A valuable interactive lesson with memorable characters. (iPad storybook app. 4-6)



This playful, multisensory installment in the WorryWoo Monster series teaches children to show their worries to the door.

When Wince, the monster of worry, begins fretting about his unfinished homework, whether he left the light on at home or just about anything else, he is visited by the incessantly buzzing WorryBug. With a voracious appetite sated only by munching on Wince’s worries, the WorryBug nags Wince to continue feeding him until Wince is incapacitated and the WorryBug has swelled to epic proportions. Finally, a trip to the library distracts Wince, and he is able to quell his worries, shrinking the WorryBug to a manageable size.

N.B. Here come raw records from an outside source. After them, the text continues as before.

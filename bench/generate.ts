/**
 * The benchmark's dataset: ten years of hip-fracture nailing in an invented group of 20 hospitals.
 * At --scale 1: 500,000 cases, 2,000,000 case items, ~400,000 patients, with the scan events, stock
 * movements (each pack out, each line received), audit rows and some PHI-access rows the app would have
 * written along the way. Everything is invented (demo maker, GS1 demo prefix 952, made-up places and
 * people). Reproducible: the same --seed and --scale give the same rows.
 *
 *   tsx bench/generate.ts [--db isthmus_bench] [--scale 1] [--seed isthmus-bench-1] [--end 2026-11-30] [--force]
 *
 * The database is dropped, made again, migrated with db/migrate.ts and loaded with COPY; secondary
 * indexes are dropped for the load and built afterwards (faster, and what a restore does), then
 * VACUUM ANALYZE and a checkpoint, so the benchmark starts from a settled database.
 * Without --force it does nothing when bench_meta says this seed and scale are already loaded under
 * the current migrations.
 *
 * Not generated (no measured path reads them except by case id): readings and sizing decisions of past
 * cases, stored record PDFs, login attempts, e-mail.
 */
import { readdirSync } from 'node:fs'
import path from 'node:path'
import { demoCatalog, DEMO_MAKER, type DemoItem } from '../db/demo-catalog'
import { hashPassword } from '../db/password'
import { CopyStream, esc, NULL } from './lib/copy'
import { dbUrl, log, ROOT, run, withClient } from './lib/env'
import { Rng } from './lib/prng'

export const BENCH_PASSWORD = 'isthmus-bench-password'
export const GROUP_COORDINATOR = 'coordinator@bench.isthmus.test'
export const benchEmail = (role: string, facilityCode: string) => `${role}.${facilityCode.toLowerCase()}@bench.isthmus.test`

export interface GenOptions { db: string; scale: number; seed: string; end: string; force: boolean }

export function parseGenArgs(argv: string[]): GenOptions {
  const o: GenOptions = { db: 'isthmus_bench', scale: 1, seed: 'isthmus-bench-1', end: '2026-11-30', force: false }
  for (let i = 0; i < argv.length; i++) {
    const a = argv[i]!
    const val = () => {
      const v = argv[++i]
      if (v === undefined) throw new Error(`${a} needs a value`)
      return v
    }
    if (a === '--db') o.db = val()
    else if (a === '--scale') o.scale = Number(val())
    else if (a === '--seed') o.seed = val()
    else if (a === '--end') o.end = val()
    else if (a === '--force' || a === '--regenerate') o.force = true
    else throw new Error(`unknown option ${a}`)
  }
  if (!(o.scale > 0 && o.scale <= 4)) throw new Error('--scale must be in (0, 4]')
  if (!/^\d{4}-\d{2}-\d{2}$/.test(o.end)) throw new Error('--end must be YYYY-MM-DD')
  if (!/^[a-z0-9_]+$/.test(o.db)) throw new Error('--db: lower-case letters, digits and _ only')
  return o
}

Vibrant watercolor illustrations with Seuss-ian linework coupled with amusing audio effects, such as the gravelly but endearing voice of the WorryBug, and an ongoing sense of movement on each page compensate for the sometimes weak rhyming text. Although this app takes advantage of many forms of interactivity, such as the opportunity for users to record a worry and have it gobbled up by the WorryBug, it has a tendency to crash, especially when pausing on a screen for an extended period.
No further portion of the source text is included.